Need \(x\) such that \(F(x)=0.8\). Solving \(\frac{x^3}{54}+\frac{1}{2}=0.8\) for \(x\) yields \(x=2.530\).
## $root
## [1] 2.530293
##
## $f.root
## [1] -1.854422e-06
##
## $iter
## [1] 6
##
## $init.it
## [1] NA
##
## $estim.prec
## [1] 6.103516e-05
- Find the value \(x\) such that \(\mbox{P}(-x \leq X \leq x)=0.4\).
Because this distribution is symmetric, finding \(x\) is equivalent to finding \(x\) such that \(\mbox{P}(X>x)=0.3\). (It helps to draw a picture). Thus, we need \(x\) such that \(F(x)=0.7\). Solving \(\frac{x^3}{54}+\frac{1}{2}=0.7\) for \(x\) yields \(x=2.210\).
- Find the mean and variance of \(X\). \[ \mbox{E}(X)=\int_{-3}^3 x\cdot\frac{x^2}{18}\mathop{}\!\mathrm{d}x = \frac{x^4}{72}\bigg|_{-3}^3=\frac{81}{72}-\frac{81}{72} = 0 \]
\[ \mbox{E}(X^2)=\int_{-3}^3 x^2\cdot\frac{x^2}{18}\mathop{}\!\mathrm{d}x = \frac{x^5}{90}\bigg|_{-3}^3=\frac{243}{90}-\frac{-243}{90} = 5.4 \]
\[ \mbox{Var}(X)=\mbox{E}(X^2)-\mbox{E}(X)^2=5.4-0^2=5.4 \]
- Simulate 10000 values from this distribution and plot the density.
This is tricky since we need a cube root function. Just raising to the one-third power won’t work. Let’s write our own function.
results %>%
gf_dens(~cuberoot) %>%
gf_theme(theme_classic()) %>%
gf_labs(title="pdf from simulation",x="x",y="f(x)")
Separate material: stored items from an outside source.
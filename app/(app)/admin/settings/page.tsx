import type { Metadata } from "next";
import { getSignupMode } from "@/db/queries/settings";
import { requireSiteAdmin } from "@/lib/server/auth/session";
import { SettingsForm } from "./settings-form";

export const metadata: Metadata = { title: "Settings" };

export default async function AdminSettingsPage() {
  await requireSiteAdmin();
  return <SettingsForm signupMode={await getSignupMode()} />;
}
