# --------------------------------------------------------------------------------------------
# the exact reference for a continuous loop
# --------------------------------------------------------------------------------------------
def maxwell_equal_area(ln_f: np.ndarray, n: np.ndarray) -> float:
    """ln f of the Maxwell equal-area construction for a continuous isotherm given as a curve
    n -> ln f (n increasing, ln f with a van der Waals loop: rising, falling, rising), finely
    sampled: the ln f* at which int (ln f(n) - ln f*) dn over the three-valued range is zero
    (Maxwell 1875; the Gibbs-Duhem integral around the loop vanishes). Returns NaN without a
    loop."""
    y = np.asarray(ln_f, float)
    nn = np.asarray(n, float)
    dy = np.diff(y)
    if not np.any(dy < 0):
        return float("nan")
    i_max = int(np.argmax(dy < 0))  # first local maximum (upper end of the gas branch)
    i_min = i_max + int(np.argmax(dy[i_max:] >= 0))  # following local minimum
    y_lo, y_hi = y[i_min], y[i_max]

    def area(ys: float) -> float:
        lo = int(np.argmax(y[: i_max + 1] >= ys))  # gas branch crosses ys
        hi = i_min + int(np.argmax(y[i_min:] >= ys))  # liquid branch crosses ys
        seg_n, seg_y = nn[lo : hi + 1], y[lo : hi + 1] - ys
        return float(np.sum((seg_y[1:] + seg_y[:-1]) * np.diff(seg_n)) / 2)

    lo, hi = y_lo, y_hi
    for _ in range(100):
        mid = (lo + hi) / 2
        if area(mid) > 0:
            lo = mid
        else:
            hi = mid
    return (lo + hi) / 2
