"""User-facing names: one name per quantity, old names kept as deprecated aliases, help texts
that state a default once, exports that print numbers as a person reads them, and the kernel
matrix export."""

from __future__ import annotations

import argparse
import csv
import dataclasses
import io
import json
import re
import warnings
from pathlib import Path

import numpy as np
import pytest

from gcmc.cli import main
from gcmc.cli.app import build_parser
from gcmc.cli.kernel import _num, matrix_table
from gcmc.errors import InputError
from gcmc.kernel.reader import Kernel, open_kernel
from gcmc.pipeline import config as config_module
from gcmc.pipeline.config import KNOWN_SECTIONS, load_config

REPO = Path(__file__).resolve().parents[1]


def _subparsers() -> dict[str, argparse.ArgumentParser]:
    parser = build_parser()
    action = next(a for a in parser._actions if isinstance(a, argparse._SubParsersAction))
    return dict(action.choices)


# --------------------------------------------------------------------------------------------
# help texts and option names
# --------------------------------------------------------------------------------------------
@pytest.mark.parametrize("command", ["point", "build", "show", "export", "check", "diff"])
def test_help_states_each_default_once(command: str) -> None:
    text = _subparsers()[command].format_help()
    # one option's help: from its flags to the next option's flags
    blocks = re.split(r"\n  (?=-)", text)
    for block in blocks:
        assert block.count("default") <= 1, block


def test_deprecated_option_names_are_hidden_and_still_work(
    tiny_kernel,  # noqa: ANN001
    capsys: pytest.CaptureFixture[str],
) -> None:
    sub = _subparsers()
    check_help = sub["check"].format_help()
    assert "--target-rel-stderr" in check_help and "--target-rel-error" not in check_help
    point_help = sub["point"].format_help()
    assert "--probe-library" in point_help and "--probe-file" not in point_help
    assert "--width-H" in point_help and "--width-w" in point_help
    args = sub["check"].parse_args([str(tiny_kernel.path), "--target-rel-error", "0.05"])
    assert args.target_rel_stderr == 0.05
    assert "--target-rel-error is deprecated; use --target-rel-stderr" in capsys.readouterr().err
    assert "--plan-only" in sub["build"].format_help()
    assert "--check-only" not in sub["build"].format_help()
    assert sub["build"].parse_args(["c.toml", "--check-only"]).plan_only is True
    assert "--check-only is deprecated; use --plan-only" in capsys.readouterr().err
    args = sub["point"].parse_args(["--temperature", "300", "--probe-file", "x.toml"])
    assert args.probe_library == "x.toml"
    assert "--probe-file is deprecated; use --probe-library" in capsys.readouterr().err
Notice that the smoothing operation goes past the support of \(X\) and thus shows a concave down curve. We could clean up by limiting the x-axis to the interval [-3,3].
inspect(results)
##
## quantitative variables:
## name class min Q1 median Q3 max
## 1 cuberoot numeric -2.999981 -2.382864 -0.1574198 2.376346 2.999347
## mean sd n missing
## 1 -0.002416475 2.322639 10000 0
11.2.2 Problem 2
Let \(X\) be a continuous random variable. Prove that the cdf of \(X\), \(F_X(x)\) is a non-decreasing function. (Hint: show that for any \(a < b\), \(F_X(a) \leq F_X(b)\).)
Let \(a<b\), where \(a\) and \(b\) are both in the domain of \(X\). Note that \(F_X(a)=\mbox{P}(X\leq a)\) and \(F_X(b)=\mbox{P}(X\leq b)\). Since \(a<b\), we can partition \(\mbox{P}(X\leq b)\) as \(\mbox{P}(X\leq a)+\mbox{P}(a < X \leq b)\). One of the axioms of probability is that a probability must be non-negative, so I know that \(\mbox{P}(a < X \leq b)\geq 0\). Thus, \[ \mbox{P}(X\leq b)=\mbox{P}(X\leq a)+\mbox{P}(a < X \leq b) \geq \mbox{P}(X\leq a) \]
So, we have shown that \(F_X(a)\leq F_X(b)\). Thus, \(F_X(x)\) is a non-decreasing function.